__THE PROBLEM__. Pick each line containing the word "broken" out of the data below.

Records from a data collection
--------------------------------
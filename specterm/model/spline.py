"""Piecewise polynomials through tabulated points: a C2 cubic with not-a-knot ends, or straight lines."""

from __future__ import annotations

from dataclasses import dataclass, replace
from functools import cached_property

import numpy as np
from numpy.typing import NDArray

from specterm.model.arrays import Values
from specterm.model.scalar import ULP

Floats = NDArray[np.float64]
_ONE_PIECE = 99


@dataclass(frozen=True)
class Spline:
    """A derivative of a piecewise polynomial. `x` are the knots (n,), increasing; piece k is the sum of c[j, k] (t - x[k])^j.

    `c` has shape (m, n - 1). `outside` says what holds beyond the knots: "error" (nan), "hold" (the end value) or "extend" (the
    last piece goes on). `smooth` is how many derivatives are continuous, `taken` how many have been taken already. `name` is
    how the function is written. `size` bounds |y|, for the rounding of the construction.
    """

    name: str
    x: Floats
    c: Floats
    outside: str
    smooth: int
    size: Floats
    taken: int = 0

    @cached_property
    def digest(self) -> int:
        """A number that is the same for the same function."""
        packed = self.x.tobytes() + self.c.tobytes() + self.outside.encode() + bytes([self.taken, self.smooth + 1])
        return int.from_bytes(packed, "little") % (2**127 - 1)

    def derivative(self) -> Spline | None:
        """Return the derivative, or None where the function itself jumps."""
        if self.smooth < 0 or (self.outside == "hold" and self.taken > 0):
            return None
        orders = np.arange(1, len(self.c))[:, None]
        c = self.c[1:] * orders if len(self.c) > 1 else np.zeros((1, len(self.x) - 1))
        return replace(self, c=c, smooth=self.smooth - 1, taken=self.taken + 1)

    def breaks(self) -> Floats:
        """Return the knots where a derivative jumps: all inner ones, and the ends where the function is held there."""
        return self.x if self.outside == "hold" else self.x[1:-1]

    def _pieces(self, t: Floats) -> tuple[NDArray[np.intp], Floats]:
        k = np.clip(np.searchsorted(self.x, t, side="right") - 1, 0, len(self.x) - 2)
        inside = np.clip(t, self.x[0], self.x[-1]) if self.outside == "hold" else t
        return k, inside - self.x[k]

    def values_at(self, t: Floats) -> Values:
        """Return the values at the places t."""
        k, u = self._pieces(t)
        value = self.c[-1][k]
        for row in self.c[-2::-1]:
            value = value * u + row[k]
        beyond = (t < self.x[0]) | (t > self.x[-1])
        if self.outside == "error":
            value = np.where(beyond, np.nan, value)
        elif self.outside == "hold" and self.taken:
            value = np.where(beyond, 0.0, value)
        return np.where(np.isnan(t), np.nan, value)

    def rounding(self, t: Floats) -> Values:
        """Return a bound of the error of the values: of the sum, of the coefficients, and of the rounding of t itself."""
        k, u = self._pieces(t)
        size = np.abs(u)
        power, own, slope = np.ones_like(size), np.zeros_like(size), np.zeros_like(size)
        for j, row in enumerate(self.c):
            part = np.abs(row[k])
            own = own + part * power
            if j + 1 < len(self.c):
                slope = slope + (j + 1) * np.abs(self.c[j + 1][k]) * power
            power = power * size
        return 8 * ULP * own + slope * 2 * ULP * np.abs(t) + self.size[k] * 8 * ULP


def linear(name: str, x: Floats, y: Floats, outside: str) -> Spline:
    """Return straight lines through the points."""
    return Spline(name, x, np.array([y[:-1], np.diff(y) / np.diff(x)]), outside, 0 if len(x) > 2 else _ONE_PIECE, _sizes(y))


def cubic(name: str, x: Floats, y: Floats, outside: str) -> Spline:
    """Return the interpolating cubic spline with not-a-knot ends; a parabola through 3 points, a line through 2.

    Method: de Boor, A Practical Guide to Splines (2001), chapter IV (from memory).
    """
    if len(x) == 2:
        return linear(name, x, y, outside)
    slopes = _parabola_slopes(x, y) if len(x) == 3 else _slopes(x, y)
    h, d = np.diff(x), np.diff(y) / np.diff(x)
    second = (3 * d - 2 * slopes[:-1] - slopes[1:]) / h
    third = (slopes[:-1] + slopes[1:] - 2 * d) / h**2
    if outside == "extend":
        _drop_rounding(third, h**3, y)
    return Spline(name, x, np.array([y[:-1], slopes[:-1], second, third]), outside, 2 if len(x) > 3 else _ONE_PIECE, _sizes(y))


def _drop_rounding(third: Floats, cubes: Floats, y: Floats) -> None:
    """Set the cubic coefficients of the two end pieces to zero, in place, where they are rounding: far out they would rule."""
    for end in (0, -1):
        if abs(third[end]) * cubes[end] <= 1e-13 * float(np.abs(y).max()):
            third[end] = 0.0


def _sizes(y: Floats) -> Floats:
    return np.maximum(np.abs(y[:-1]), np.abs(y[1:]))


def _parabola_slopes(x: Floats, y: Floats) -> Floats:
    h, d = np.diff(x), np.diff(y) / np.diff(x)
    bend = (d[1] - d[0]) / (h[0] + h[1])
    return np.array([d[0] - bend * h[0], d[0] + bend * h[0], d[1] + bend * h[1]])


def _slopes(x: Floats, y: Floats) -> Floats:
    """Return the slopes at the knots: a tridiagonal system, its ends closed by the continuity of the third derivative there."""
    from scipy.linalg import solve_banded  # noqa: PLC0415 - takes long to import, few sheets need it

    h, d = np.diff(x), np.diff(y) / np.diff(x)
    n = len(x)
    bands, right = np.zeros((3, n)), np.empty(n)
    bands[1, 1:-1] = 2 * (h[:-1] + h[1:])
    bands[0, 2:] = h[:-1]
    bands[2, :-2] = h[1:]
    right[1:-1] = 3 * (h[1:] * d[:-1] + h[:-1] * d[1:])
    span = h[0] + h[1]
    bands[1, 0], bands[0, 1] = h[1], span
    right[0] = ((h[0] + 2 * span) * h[1] * d[0] + h[0] ** 2 * d[1]) / span
    span = h[-1] + h[-2]
    bands[1, -1], bands[2, -2] = h[-2], span
    right[-1] = (h[-1] ** 2 * d[-2] + (2 * span + h[-1]) * h[-2] * d[-1]) / span
    solution: Floats = solve_banded((1, 1), bands, right)
    return solution
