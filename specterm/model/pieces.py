"""A function that is constant from boundary to boundary: a column of a `layers` block."""

from __future__ import annotations

import struct
from dataclasses import dataclass
from functools import cached_property

import numpy as np
from numpy.typing import NDArray

from specterm.model.arrays import Values


@dataclass(frozen=True)
class Pieces:
    """`values[k]` between boundary k-1 and boundary k; at a boundary the value to its right; outside, the outermost value.

    `boundaries` has shape (n,), increasing, `values` shape (n + 1,), `slack` shape (n + 1,): how far rounding moved each value.
    `name` is the column's.
    """

    name: str
    boundaries: NDArray[np.float64]
    values: NDArray[np.float64]
    slack: NDArray[np.float64]

    @cached_property
    def digest(self) -> int:
        """A number that is the same for the same function."""
        packed = self.boundaries.tobytes() + self.values.tobytes() + struct.pack("<q", len(self.values))
        return int.from_bytes(packed, "little") % (2**127 - 1)

    def index(self, x: NDArray[np.float64]) -> NDArray[np.intp]:
        """Return the number of the layer each place is in."""
        return np.searchsorted(self.boundaries, x, side="right")

    def values_at(self, x: NDArray[np.float64]) -> Values:
        """Return the values at the places x (nan at nan)."""
        return np.where(np.isnan(x), np.nan, self.values[self.index(x)])

    def rounding(self, x: NDArray[np.float64]) -> Values:
        """Return how far rounding moved the value at each place."""
        return self.slack[self.index(x)]
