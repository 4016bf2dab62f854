"""The pointwise derivative of a function: what is left of the formal one between the places where the function jumps."""

from __future__ import annotations

from specterm.model.function import Function
from specterm.model.term import NIL, Term, divide, linear, make, multiply
from specterm.model.walk import leaves_first


def regular_slope(function: Function) -> Function:
    """Return the derivative with the pulses at jumps left out, so that it has values on either side of every jump."""
    return regular_part(function.derivative())


def regular_part(function: Function) -> Function:
    """Return the function with formal derivatives of jumping parts, which are zero between the jumps, taken out."""
    return Function(_without_edges(function.term)) if function.has_edge else function


def _without_edges(root: Term) -> Term:
    new: dict[int, Term] = {}
    for term in leaves_first(root):
        new[term.digest] = _rebuilt(term, tuple(new[a.digest] for a in term.args)) if term.broken else term
    return new[root.digest]


def _rebuilt(term: Term, args: tuple[Term, ...]) -> Term:
    """Return one term over new arguments."""
    if term.kind == "edge":
        return NIL
    if term.kind == "sum":
        return linear(zip(term.data, args, strict=True))
    if term.kind == "product":
        return multiply(*args)
    if term.kind == "quotient":
        return divide(*args)
    return make(term.kind, args, term.data, real=term.real)
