"""Tables in rows of cells: what fits, what scrolls, what moves aside."""

from specterm.views.cells import plain
from specterm.views.columns import table_rows

HEADINGS = ["n", "first", "second", "third"]
ROWS = [[str(n), f"{n}.1", f"{n}.22", f"{n}.333"] for n in range(6)]


def text(width, height, **options):
    """Return a table as lines."""
    rows = table_rows(HEADINGS, ROWS, width, height, **options)
    assert len(rows) == height
    return plain(rows).split("\n")


def test_everything_fits():
    """A table that fits is shown whole, right-aligned, its marked row strong."""
    lines = text(40, 8, marked=2)
    assert lines[0] == " n  first  second  third"
    assert lines[3] == ">2    2.1    2.22  2.333"
    assert lines[7] == ""


def test_rows_that_do_not_fit_scroll():
    """The last line says which rows are shown; scrolling stops where the table is full."""
    lines = text(40, 5, scroll=2)
    assert [line[:2] for line in lines[1:4]] == [" 2", " 3", " 4"]
    assert lines[-1] == " rows 3-5 of 6"
    assert text(40, 5, scroll=99)[-1] == " rows 4-6 of 6"


def test_columns_that_do_not_fit_move_aside():
    """Fixed columns stay, others are passed over; the last line says so; moving stops at the last column."""
    assert text(18, 8)[0] == " n  first  second"
    assert "3 of 4 columns" in text(60, 8, aside=0)[-1] or text(60, 8)[-1] == ""
    assert text(18, 8, aside=1)[0] == " n  second  third"
    assert text(18, 8, aside=50)[0] == " n  second  third"
    assert text(4, 8)[0].startswith(" n")
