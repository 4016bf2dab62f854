"""Words of an operator as text, in terms of p."""

from __future__ import annotations

from collections.abc import Sequence

from specterm.model.scalar import Scalar
from specterm.model.setting import Setting
from specterm.model.term import UNIT, Term
from specterm.model.text import show_factor, show_number


def show_word(coefficient: Scalar, slots: Sequence[Term], setting: Setting) -> str:
    """Return a word in terms of p, the coefficient taken relative to (-i hbar)^order."""
    for _ in slots[1:]:
        coefficient = coefficient / (Scalar(-1j) * setting.hbar)
    powers: list[tuple[str, int]] = []
    for k, slot in enumerate(slots):
        if k:
            if powers and powers[-1][0] == "p":
                powers[-1] = ("p", powers[-1][1] + 1)
            else:
                powers.append(("p", 1))
        if slot != UNIT:
            powers.append((show_factor(slot, setting.coordinate, setting.labels), 1))
    body = "*".join(text if n == 1 else f"{text}^{n}" for text, n in powers) or "1"
    if body == "1":
        return _constant(coefficient, setting)
    if abs(coefficient.value - 1) <= coefficient.slack + 1e-12:
        return body
    if abs(coefficient.value + 1) <= coefficient.slack + 1e-12:
        return "-" + body
    return f"{show_number(coefficient)}*{body}"


def _constant(coefficient: Scalar, setting: Setting) -> str:
    """Return a number, as a multiple of hbar where it is a simple one and hbar is not 1."""
    ratio = coefficient / setting.hbar
    part = complex(ratio.value)
    fourfold = 4 * (part.imag or part.real)
    simple = 0 in (part.real, part.imag) and 0 < abs(fourfold) <= 64 and abs(fourfold - round(fourfold)) <= 1e-9
    if not simple or complex(setting.hbar.value) == 1:
        return show_number(coefficient)
    number = round(fourfold) / 4
    factors = (["i"] if part.imag else []) + ["hbar"]
    sign, size = "-" if number < 0 else "", abs(number)
    return sign + "*".join([*([] if size == 1 else [f"{size:g}"]), *factors])
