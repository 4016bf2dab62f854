"""Calls in a sheet's expressions: functions of numbers, `where`, complex parts, adjoints and commutators, levels."""

from __future__ import annotations

from collections.abc import Sequence

from specterm.errors import Span
from specterm.language.catalogue import refuse
from specterm.language.nodes import Call
from specterm.language.suggest import nearest
from specterm.model import compose
from specterm.model.elementary import COMPOSED, FUNCTIONS, ORDERED, SECOND_NAMES, first_name
from specterm.model.setting import Setting
from specterm.model.term import UNIT, Term
from specterm.model.values import LevelPart, Levels, Value, adjoint, as_number, as_operator, as_real, as_term

_COUNTS = {"where": 3, "mod": 2, "re": 1, "im": 1, "arg": 1, "conj": 1, "dagger": 1, "commutator": 2, "level": 1}
KNOWN = (*FUNCTIONS, *SECOND_NAMES, *COMPOSED, "dagger", "commutator", "level", "table")
"""Every name that can be called."""


def call_value(node: Call, values: Sequence[Value], setting: Setting) -> Value:
    """Return the value of a call, its arguments resolved."""
    _check_count(node)
    spans = [a.span for a in node.arguments]
    if node.name == "dagger":
        return adjoint(values[0], spans[0])
    if node.name == "commutator":
        a, b = (as_operator(v, setting, s) for v, s in zip(values, spans, strict=True))
        return a.commutator(b)
    if node.name == "level":
        return level(values[0], spans[0], None, setting)
    name = first_name(node.name) or node.name
    if name in COMPOSED:
        return _composed(name, values, spans)
    real = not FUNCTIONS[name].holomorphic and name != "abs"
    what = f"the argument of `{node.name}`"
    terms = [as_real(v, what, s) if real else as_term(v, what, s) for v, s in zip(values, spans, strict=True)]
    if name in ORDERED:
        as_number(terms[0], f"the order of `{node.name}`", spans[0], setting.coordinate)
    return compose.call(name, *terms)


def _check_count(node: Call) -> None:
    name = first_name(node.name)
    if name is None and node.name not in _COUNTS:
        raise refuse("unknown-function", node.span, name=node.name, near=nearest(node.name, KNOWN))
    fewest = most = _COUNTS.get(name or node.name, 0)
    if name in FUNCTIONS:
        fewest, most = FUNCTIONS[name].fewest, FUNCTIONS[name].most
    found = len(node.arguments)
    if not fewest <= found <= most:
        wanted = f"{fewest} argument{'s' if fewest > 1 else ''}" if fewest == most else f"{fewest} to {most} arguments"
        raise refuse("argument-count", node.span, name=node.name, wanted=wanted, found=found)


def _composed(name: str, values: Sequence[Value], spans: Sequence[Span]) -> Term:
    terms = [as_term(v, f"an argument of `{name}`", s) for v, s in zip(values, spans, strict=True)]
    if name == "where":
        return compose.where(as_real(terms[0], "the condition of `where`", spans[0]), terms[1], terms[2])
    if name == "mod":
        return compose.modulus(*(as_real(t, "an argument of `mod`", s) for t, s in zip(terms, spans, strict=True)))
    single = {"re": compose.real_part, "im": compose.imaginary_part, "arg": compose.argument, "conj": compose.conjugate}
    return single[name](terms[0])


def level(index: Value, span: Span, path: str | None, setting: Setting) -> Levels:
    """Return one level, of this sheet or of the sheet at `path`."""
    number = as_number(index, "the number of a level", span, setting.coordinate)
    if number < 0 or number != int(number):
        raise refuse("level-index", span, found=f"{number:g}")
    return Levels((LevelPart(UNIT, int(number), path),))
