"""Is an operator its own formal adjoint, and if not, what could be written instead."""

from __future__ import annotations

from collections.abc import Sequence
from dataclasses import dataclass

from specterm.model.function import Function
from specterm.model.normal import normal_order, vanishes
from specterm.model.setting import Setting
from specterm.model.term import UNIT, Term, scaled
from specterm.model.text import show
from specterm.model.word import Word, gathered
from specterm.model.wordtext import show_word


@dataclass(frozen=True)
class NotHermitian:
    """Why an operator is not Hermitian (`reason`) and the form to use instead (`mend`)."""

    reason: str
    mend: str


def hermitian(words: Sequence[Word], setting: Setting) -> NotHermitian | None:
    """Return None where the sum of words equals its adjoint formally, boundary terms aside.

    Equal words cancel exactly first. The rest is normal ordered and compared at sample places, to 1e-10 of the sum of
    |terms|; functions that jump count as generic there: their formal derivatives take arbitrary values.
    """
    difference = gathered([*words, *(w.adjoint().negative() for w in words)])
    if not difference:
        return None
    normal = normal_order((w.coefficient, w.slots) for w in difference)
    if all(vanishes(pairs, setting.domain) for pairs in normal.values()):
        return None
    return _refusal(words, setting)


def _refusal(every: Sequence[Word], setting: Setting) -> NotHermitian:
    words = [w for w in every if w.adjoint() != w and not _partner(w, every)] or every
    bad = [w for w in words if w.order] or words
    complex_slots = [s for w in bad for s in _complex_slots(w)]
    if complex_slots:
        function = show(complex_slots[0], setting.coordinate, setting.labels)
        return NotHermitian(
            f"the operator is not Hermitian: the function {function} is complex",
            "use a real function, or add the conjugate: (A + dagger(A))/2 is Hermitian for every A",
        )
    shown = show_word(bad[0].coefficient, bad[0].slots, setting)
    return NotHermitian(f"the operator is not Hermitian: {shown} is not its own adjoint", _mend(bad[0], setting))


def _partner(word: Word, every: Sequence[Word]) -> bool:
    """Say whether the adjoint of the word stands in the sum with the same weight."""
    mirror = word.adjoint()
    for w in every:
        if w.slots == mirror.slots:
            gap = w.coefficient - mirror.coefficient
            return abs(gap.value) <= gap.slack
    return False


def _complex_slots(word: Word) -> list[Term]:
    found = [s for s in word.slots if not s.broken and not Function(s).is_real]
    if not word.order and not word.coefficient.is_real:
        found.append(scaled(word.coefficient, word.slots[0]))
    return found


def _mend(word: Word, setting: Setting) -> str:
    factors = [s for s in word.slots if s != UNIT]
    if _is_imaginary(word):
        return "its coefficient has the wrong phase: p and i*D are Hermitian, D and i*p are not"
    if word.order == 2 and len(factors) == 1 and factors[0] != word.slots[1]:
        return f"use the symmetric form {show_word(word.coefficient, (UNIT, factors[0], UNIT), setting)}"
    shown, mirror = show_word(word.coefficient, word.slots, setting), word.adjoint()
    return f"use the symmetric form ({shown} + {show_word(mirror.coefficient, mirror.slots, setting)})/2"


def _is_imaginary(word: Word) -> bool:
    """Say whether the coefficient turns its sign on taking the adjoint of a word of equal slots."""
    mirror = word.adjoint()
    total = word.coefficient + mirror.coefficient
    return mirror.slots == word.slots and abs(total.value) <= total.slack
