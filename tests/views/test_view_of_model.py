"""Figures straight from a sheet."""

import pytest

from specterm.analysis import project, solve
from specterm.language import parse
from specterm.model import build
from specterm.views.level_table import text_table
from specterm.views.of_model import axes_of, figure_text, source_of, units_of, weighing_of
from specterm.views.scene import Axes

SHEET = """units: energy meV, length nm, mass m_e
H = p^2/(2*m) + V
m = 0.067
V = where(abs(x) < 5, 0, 300)
x in (-inf, 40)
state packet = exp(-(x-2)^2/8)
"""


@pytest.fixture(scope="module")
def well():
    """Return the model of a square well and its spectrum."""
    model = build(parse(SHEET))
    return model, solve(model)


def test_names_and_ends(well):
    """Axes and units carry the sheet's names; the open end stays open, the finite one is a wall."""
    model, _ = well
    assert axes_of(model) == Axes("x", "nm", "meV", -float("inf"), 40.0, "open", "wall")
    assert units_of(model).momentum == "hbar/nm"


def test_the_window_is_the_well(well):
    """The states of a 10 nm well fill the figure, whatever the domain computed on."""
    model, spectrum = well
    assert source_of(model, spectrum).found.min() > -20
    assert source_of(model, spectrum).found.max() < 20


@pytest.mark.parametrize("size", [(70, 24), (20, 8)])
def test_figure_as_text(well, size):
    """The exported figure has its size at most, its names, and the levels asked for."""
    model, spectrum = well
    text = figure_text(model, spectrum, *size, only=(1, 0), glyphs="ascii")
    assert text.isascii()
    assert len(text.split("\n")) == size[1]
    assert max(len(line) for line in text.split("\n")) <= size[0]
    assert "psi, level 1" in text
    assert "x (nm)" in text


def test_weights_in_table_and_figure(well):
    """A prepared state has its bars in the table and its curve in the figure."""
    model, spectrum = well
    weights = project(model, spectrum, "packet")
    table = text_table(spectrum.levels, "meV", weighing_of(weights))
    assert "packet" in table.split("\n")[0]
    assert "█" in table
    assert figure_text(model, spectrum, 70, 24, weights=weights) != figure_text(model, spectrum, 70, 24)
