"""Expression trees -> values: names looked up, units converted, functions and operators combined. Nothing recurses."""

from __future__ import annotations

import cmath
from collections.abc import Callable, Sequence
from dataclasses import dataclass
from typing import Any

from specterm.errors import SheetError, Span
from specterm.language.catalogue import refuse
from specterm.language.nodes import Binary, Call, Compare, ForeignLevel, Name, Node, Number, Table, Unary
from specterm.model import calls, compose
from specterm.model.scalar import written
from specterm.model.setting import Setting
from specterm.model.term import Term, constant
from specterm.model.values import Value, as_real, negated, power_of, product_of, sum_of
from specterm.units import UnitSystem


@dataclass(frozen=True)
class Context:
    """What names and tables mean where an expression stands."""

    setting: Setting
    units: UnitSystem
    lookup: Callable[[Name], Value]
    table: Callable[[Table], Term]


def resolve(root: Node, context: Context) -> Value:
    """Return the value of an expression. Raises SheetError with the place of what cannot be."""
    values: dict[int, Value] = {}
    stack: list[tuple[Node, bool]] = [(root, False)]
    while stack:
        node, ready = stack.pop()
        parts = operands(node)
        if parts and not ready:
            stack.append((node, True))
            stack.extend((part, False) for part in parts)
            continue
        values[id(node)] = _placed(node, [values[id(part)] for part in parts], context)
    return values[id(root)]


def operands(node: Node) -> Sequence[Node]:
    """Return the expressions a node is made of; sums and products whole, however long."""
    if isinstance(node, Binary):
        return [part for _, part in _chain(node)]
    if isinstance(node, Unary):
        return (node.operand,)
    if isinstance(node, Compare):
        return node.operands
    if isinstance(node, Call):
        return node.arguments
    return (node.index,) if isinstance(node, ForeignLevel) else ()


def names_in(root: Node) -> list[Name]:
    """Return every name in an expression."""
    found, stack = [], [root]
    while stack:
        node = stack.pop()
        if isinstance(node, Name):
            found.append(node)
        stack.extend(operands(node))
    return found


def forbid_levels(root: Node) -> None:
    """Refuse `level(n)` in an expression that is no state."""
    stack = [root]
    while stack:
        node = stack.pop()
        if isinstance(node, ForeignLevel) or (isinstance(node, Call) and node.name == "level"):
            raise refuse("level-outside-state", node.span)
        stack.extend(operands(node))


def _chain(node: Binary) -> list[tuple[str, Node]]:
    """Return the operands of a chain of one level, each with the operator before it, from left to right."""
    level = {"+": "+-", "-": "+-", "*": "*/", "/": "*/"}.get(node.operator)
    if level is None:
        return [("", node.left), (node.operator, node.right)]
    parts: list[tuple[str, Node]] = []
    walker: Node = node
    while isinstance(walker, Binary) and walker.operator in level:
        parts.append((walker.operator, walker.right))
        walker = walker.left
    parts.append((level[0], walker))
    return parts[::-1]


def _placed(node: Node, values: list[Value], context: Context) -> Value:
    """Return the value of one node; an error without a place gets the node's."""
    try:
        value = _RULES[type(node)](node, values, context)
    except SheetError as error:
        error.span = error.span or node.span
        raise
    if isinstance(value, Term):
        _check_finite(value, node.span)
    return value


def _check_finite(term: Term, span: Span) -> None:
    """Refuse a constant, or a constant factor, that is infinite or undefined."""
    numbers = term.data if term.kind == "sum" else (term.data,) if term.kind == "constant" else ()
    lost = next((n for n in numbers if not n.is_finite), None)
    if lost is not None:
        raise refuse("not-finite", span, what="this", value="undefined" if cmath.isnan(lost.value) else "infinite")


def _number(node: Number, units: UnitSystem) -> Term:
    scalar = written(node.value)
    if node.unit is not None:
        scalar = scalar * written(units.parse(node.unit, node.span)[0])
    return constant(scalar)


def _unary(node: Unary, value: Value) -> Value:
    if node.operator == "not":
        return compose.logic("not", as_real(value, "the operand of `not`", node.operand.span))
    return negated(value) if node.operator == "-" else value


def _binary(node: Binary, values: list[Value], setting: Setting) -> Value:
    chain = _chain(node)
    spans: list[Span] = [part.span for _, part in chain]
    if node.operator in "+-":
        return sum_of([(-1 if op == "-" else 1, v, s) for (op, _), v, s in zip(chain, values, spans, strict=True)], setting)
    if node.operator in "*/":
        return product_of([(op == "/", v, s) for (op, _), v, s in zip(chain, values, spans, strict=True)], setting)
    if node.operator == "^":
        return power_of(values[0], values[1], spans[0], spans[1])
    what = f"an operand of `{node.operator}`"
    return compose.logic(node.operator, *(as_real(v, what, s) for v, s in zip(values, spans, strict=True)))


def _comparison(node: Compare, values: list[Value]) -> Term:
    terms = [as_real(v, "a side of a comparison", part.span) for v, part in zip(values, node.operands, strict=True)]
    result = compose.compare(node.operators[0], terms[0], terms[1])
    for operator, a, b in zip(node.operators[1:], terms[1:-1], terms[2:], strict=True):
        result = compose.logic("and", result, compose.compare(operator, a, b))
    return result


_RULES: dict[type[Node], Callable[[Any, list[Value], Context], Value]] = {
    Number: lambda node, _values, context: _number(node, context.units),
    Name: lambda node, _values, context: context.lookup(node),
    Table: lambda node, _values, context: context.table(node),
    Unary: lambda node, values, _context: _unary(node, values[0]),
    Binary: lambda node, values, context: _binary(node, values, context.setting),
    Compare: lambda node, values, _context: _comparison(node, values),
    Call: lambda node, values, context: calls.call_value(node, values, context.setting),
    ForeignLevel: lambda node, values, context: calls.level(values[0], node.index.span, node.path, context.setting),
}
--------------------------------
__RESPONSE__.
        new[term.digest] = _rebuilt(term, tuple(new[a.digest] for a in term.args)) if term.broken else term
    found = [s for s in word.slots if not s.broken and not Function(s).is_real]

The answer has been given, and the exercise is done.